NEW YORK — Marketers seem to have finally woken up to the power of female athletes.
Huge endorsement deals traditionally have been rare in women's sports, but a new crop of female athletes is challenging the status quo.
Even though she didn't repeat as Wimbledon champion on Saturday, Maria Sharapova is one of the highest paid female athletes in history, earning about $18 million last year. While that figure pales in comparison to the $87 million Tiger Woods racked up in 2004, it's clear female athletes are being taken more seriously and are beginning to garner the kind of endorsement contracts that largely have eluded women champions in the past. Annika Sorenstam, one the world's most successful female golfers, earned about $7.3 million last year.
"When it comes to endorsement deals, the gap is shrinking between male and female athletes," said Marc Ganis, president of SportsCorp, a Chicago-based sports marketing agency. "Sharapova is setting a new bar."
Among the companies with which Sharapova now has deals are Nike, Tag Heuer, Prince and Canon.
Dan Levy, director of women's sports at Octagon, the global sports marketing firm, said, "There is a great deal of enthusiasm now for elite female athletes. More girls are playing sports than ever before. Compared to what it was, there have been significant strides in the endorsement deals women athletes are getting now."
Indy Racing League driver Danica Patrick and golfer Michelle Wie are a few of the young female athletes who are likely to rack up significant endorsement deals, sports marketing experts said. Despite placing fourth at the Indy 500 race in May, Patrick stole the show and was the subject of numerous stories in the press. The 23-year-old placed higher than any woman ever had at the annual race and was named "Rookie of the Year" for 2005.
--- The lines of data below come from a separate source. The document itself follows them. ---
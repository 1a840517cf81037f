"""Read many random plans and print how many rooms were found; run it with the number of plans, or for 2,000."""

import sys
from pathlib import Path
from tempfile import TemporaryDirectory

sys.path.insert(0, str(Path(__file__).resolve().parent.parent))

from plan_generator import write_plan
from reading.plan_score import Score, score

from kernelscan.reading import read_plan


def main(plans: int) -> None:
    """Print the totals, and how each plan that went wrong was drawn."""
    total = Score()
    with TemporaryDirectory() as folder:
        path = Path(folder) / "plan.dxf"
        for seed in range(plans):
            truth = write_plan(path, seed)
            total += score(truth, read_plan(path))
    print(*total.notes, sep="\n")
    found = 100 * (1 - total.missed / total.rooms)
    print(
        f"{plans} plans, {total.rooms} rooms: {found:.3f} % found, {total.false} false, {total.misnamed} misnamed"
    )


if __name__ == "__main__":
    main(int(sys.argv[1]) if len(sys.argv) > 1 else 2000)
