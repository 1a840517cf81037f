"""How long kernels and linear programs take beside other methods; both sides in one run, ratios printed.

``pytest tests/benchmarks/test_kernel_speed.py -s`` prints them. Nothing is asserted about time: that the others agree
on the number of corners, where they can be expected to, is.
"""

import cases
import numpy as np
import pytest
import rivals
from pytest_benchmark.fixture import BenchmarkFixture

from kernelscan.geometry.kernel import Kernel, kernel_of_rings

SMALL = [case for case in cases.CASES if "1,000,000" not in case.name and "mixed" not in case.name]


@pytest.mark.parametrize("case", SMALL, ids=lambda case: case.name)
def test_kernel_beside_others(case: cases.Case, benchmark: BenchmarkFixture) -> None:
    (room,) = case.rooms()
    benchmark(cases.ours, room)
    times = cases.timed(case)
    print(f"\n{case.name}: {times['kernelscan'] * 1e3:.3f} ms")
    for name, seconds in times.items():
        print(f"    {name:18s}{seconds * 1e3:12.3f} ms   {seconds / times['kernelscan']:8.2f} times ours")


@pytest.mark.parametrize("n", [20, 200])
def test_others_find_as_many_corners_in_ordinary_rooms(n: int) -> None:
    room = cases.star(n)
    kernel = kernel_of_rings((room,))
    assert isinstance(kernel, Kernel)
    others = (rivals.shapely_clipping, rivals.scipy_halfspaces, rivals.scipy_dual_hull, rivals.float_deque)
    assert {other(room) for other in others} == {len(kernel.vertices)}


@pytest.mark.parametrize("n", [40, 1000])
def test_deepest_point_beside_scipy(n: int, benchmark: BenchmarkFixture) -> None:
    room = cases.star(n)
    ours = benchmark(cases.deepest, room)
    theirs = cases.deepest_by_scipy(room)
    assert np.allclose(ours.point, theirs, atol=1e-6)


def test_a_room_with_its_checks(benchmark: BenchmarkFixture) -> None:
    """What it costs to show first that the points make a ring."""
    rooms = cases.mixed_rooms(200)
    benchmark(lambda: [cases.with_checks(room) for room in rooms])
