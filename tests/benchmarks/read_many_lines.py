"""How reading grows with the drawing: ``python tests/benchmarks/read_many_lines.py`` prints processor seconds.

For loose wall lines (twenty to a room) and for closed rooms: what ezdxf alone needs to load the drawing, what loading
and reading need together, and the ratio. The ratio must not grow with the size.
"""

from collections.abc import Callable
from pathlib import Path
from tempfile import TemporaryDirectory
from time import process_time

import ezdxf
from ezdxf.filemanagement import readfile
from ezdxf.layouts import Modelspace

from kernelscan.reading import read_plan

PIECES = 5


def loose(space: Modelspace, x: float, y: float) -> None:
    """Draw a room's four walls in five pieces each."""
    corners = [(x + 0.1, y + 0.1), (x + 5.9, y + 0.1), (x + 5.9, y + 4.9), (x + 0.1, y + 4.9)]
    for (ax, ay), (bx, by) in zip(corners, [*corners[1:], corners[0]], strict=True):
        for k in range(PIECES):
            low, high = k / PIECES, (k + 1) / PIECES
            start = (ax + (bx - ax) * low, ay + (by - ay) * low)
            end = (ax + (bx - ax) * high, ay + (by - ay) * high)
            space.add_line(start, end, dxfattribs={"layer": "A-WALL"})


def closed(space: Modelspace, x: float, y: float) -> None:
    """Draw an L-shaped room's outline and its name."""
    corners = [(x, y), (x + 5, y), (x + 5, y + 2), (x + 3, y + 2), (x + 3, y + 4), (x, y + 4)]
    space.add_lwpolyline(corners, close=True, dxfattribs={"layer": "A-AREA"})
    space.add_text(
        f"Room {x:g}-{y:g}", height=0.2, dxfattribs={"layer": "A-AREA-IDEN", "insert": (x + 1, y + 1)}
    )


def measure(path: Path, draw: Callable[[Modelspace, float, float], None], rooms: int) -> None:
    """Write a drawing of about so many rooms and print what loading and reading it needs."""
    side = round(rooms**0.5)
    drawing = ezdxf.new("R2010")
    drawing.header["$INSUNITS"] = 6
    for i in range(side):
        for j in range(side):
            draw(drawing.modelspace(), i * 6.0, j * 5.0)
    drawing.saveas(path)
    start = process_time()
    readfile(path)
    load = process_time() - start
    start = process_time()
    found = len(read_plan(path).rooms)
    whole = process_time() - start
    assert found == side * side
    times = f"load {load:7.2f} s  load and read {whole:7.2f} s  {whole / load:5.2f}"
    print(f"{draw.__name__:8} {side * side:6} rooms  {times}")


def main() -> None:
    """Print one line for each size."""
    with TemporaryDirectory() as folder:
        for draw, sizes in ((loose, (50, 100, 500, 1000, 2500, 5000)), (closed, (100, 1000, 10000))):
            for rooms in sizes:
                measure(Path(folder) / "plan.dxf", draw, rooms)


if __name__ == "__main__":
    main()
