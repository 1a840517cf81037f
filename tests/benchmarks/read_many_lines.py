"""How reading grows with the drawing, in processor seconds.

``python tests/benchmarks/read_many_lines.py`` prints them and draws ``docs/figures/reading-growth.svg``. For loose wall
lines (twenty to a room) and for closed rooms: what ezdxf alone needs to load the drawing, what loading and reading need
together, and the ratio. The ratio must not grow with the size.
"""

from collections.abc import Callable
from math import log10
from pathlib import Path
from tempfile import TemporaryDirectory
from time import process_time

import ezdxf
import svgwrite
from ezdxf.filemanagement import readfile
from ezdxf.layouts import Modelspace

from kernelscan.reading import read_plan

PIECES = 5


def loose(space: Modelspace, x: float, y: float) -> None:
    """Draw a room's four walls in five pieces each."""
    corners = [(x + 0.1, y + 0.1), (x + 5.9, y + 0.1), (x + 5.9, y + 4.9), (x + 0.1, y + 4.9)]
    for (ax, ay), (bx, by) in zip(corners, [*corners[1:], corners[0]], strict=True):
        for k in range(PIECES):
            low, high = k / PIECES, (k + 1) / PIECES
            start = (ax + (bx - ax) * low, ay + (by - ay) * low)
            end = (ax + (bx - ax) * high, ay + (by - ay) * high)
            space.add_line(start, end, dxfattribs={"layer": "A-WALL"})


def closed(space: Modelspace, x: float, y: float) -> None:
    """Draw an L-shaped room's outline and its name."""
    corners = [(x, y), (x + 5, y), (x + 5, y + 2), (x + 3, y + 2), (x + 3, y + 4), (x, y + 4)]
    space.add_lwpolyline(corners, close=True, dxfattribs={"layer": "A-AREA"})
    space.add_text(
        f"Room {x:g}-{y:g}", height=0.2, dxfattribs={"layer": "A-AREA-IDEN", "insert": (x + 1, y + 1)}
    )


def measure(
    path: Path, draw: Callable[[Modelspace, float, float], None], rooms: int
) -> tuple[int, float, float]:
    """Write a drawing of about so many rooms; print and return its rooms and what loading and reading it needs."""
    side = round(rooms**0.5)
    drawing = ezdxf.new("R2010")
    drawing.header["$INSUNITS"] = 6
    for i in range(side):
        for j in range(side):
            draw(drawing.modelspace(), i * 6.0, j * 5.0)
    drawing.saveas(path)
    start = process_time()
    readfile(path)
    load = process_time() - start
    start = process_time()
    found = len(read_plan(path).rooms)
    whole = process_time() - start
    assert found == side * side
    times = f"load {load:7.2f} s  load and read {whole:7.2f} s  {whole / load:5.2f}"
    print(f"{draw.__name__:8} {side * side:6} rooms  {times}", flush=True)
    return side * side, load, whole


def plot(loose_times: list[tuple[int, float, float]], path: Path) -> None:
    """Draw load, and load and read, against the number of loose lines, both axes logarithmic."""
    drawing = svgwrite.Drawing(str(path), size=("640px", "420px"), viewBox="0 0 640 420", debug=False)
    drawing.add(drawing.rect((0, 0), (640, 420), fill="white"))

    def at(lines: float, seconds: float) -> tuple[float, float]:
        return round(70 + (log10(lines) - 3) * 230, 1), round(360 - (log10(seconds) + 2) * 95, 1)

    def words(text: str, place: tuple[float, float], anchor: str = "middle") -> None:
        drawing.add(drawing.text(text, place, font_family="sans-serif", font_size=12, text_anchor=anchor))

    for lines in (1000, 10_000, 100_000):
        drawing.add(drawing.line(at(lines, 0.01), at(lines, 20), stroke="#ddd"))
        words(f"{lines:,}", (at(lines, 0.01)[0], 380))
    for seconds in (0.01, 0.1, 1, 10):
        drawing.add(drawing.line(at(1000, seconds), at(100_000, seconds), stroke="#ddd"))
        words(f"{seconds:g} s", (64, at(1000, seconds)[1] + 4), "end")
    words("loose wall lines", (300, 404))
    first, _, start = loose_times[0]
    lines = 20 * first
    for name, power in (("n", 1), ("n²", 2)):
        end = 100_000 if power == 1 else lines * (20 / start) ** 0.5
        drawing.add(drawing.line(at(lines, start), at(end, start * (end / lines) ** power), stroke="#999"))
        words(
            name,
            (at(end, start * (end / lines) ** power)[0] + 10, at(end, start * (end / lines) ** power)[1]),
        )
    for column, ink, dash, name in (
        (1, "#000000", "3,3", "load alone"),
        (2, "#0072B2", "none", "load and read"),
    ):
        points = [at(20 * each[0], each[column]) for each in loose_times]
        line = drawing.polyline(points, fill="none", stroke=ink, stroke_width=2)
        if dash != "none":
            line["stroke-dasharray"] = dash
        drawing.add(line)
        words(name, (points[-1][0] + 8, points[-1][1] + 14 * (2 - column)), "start")
    drawing.save(pretty=True)


def main() -> None:
    """Print one line for each size, and draw the growth with loose lines."""
    with TemporaryDirectory() as folder:
        path = Path(folder) / "plan.dxf"
        measure(path, loose, 50)  # so that what is loaded once does not count
        grown = [measure(path, loose, rooms) for rooms in (50, 100, 500, 1000, 2500, 5000)]
        for rooms in (100, 1000, 10_000):
            measure(path, closed, rooms)
    plot(grown, Path(__file__).resolve().parents[2] / "docs" / "figures" / "reading-growth.svg")


if __name__ == "__main__":
    main()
Patrick, who is petite and attractive, already has deals lined up with fashion retailer Bebe and racing-specific companies such as Bell, a helmet company, and it's likely more sponsorship will be coming soon.
"Whether she becomes a dominant racer or not, all she has to do is be competitive with the men," Ganis said. "Her appeal is extraordinary, and I think she has the right stuff and she won't be a fad. As soon as the contracts she has expire, the new ones will be for far greater amounts."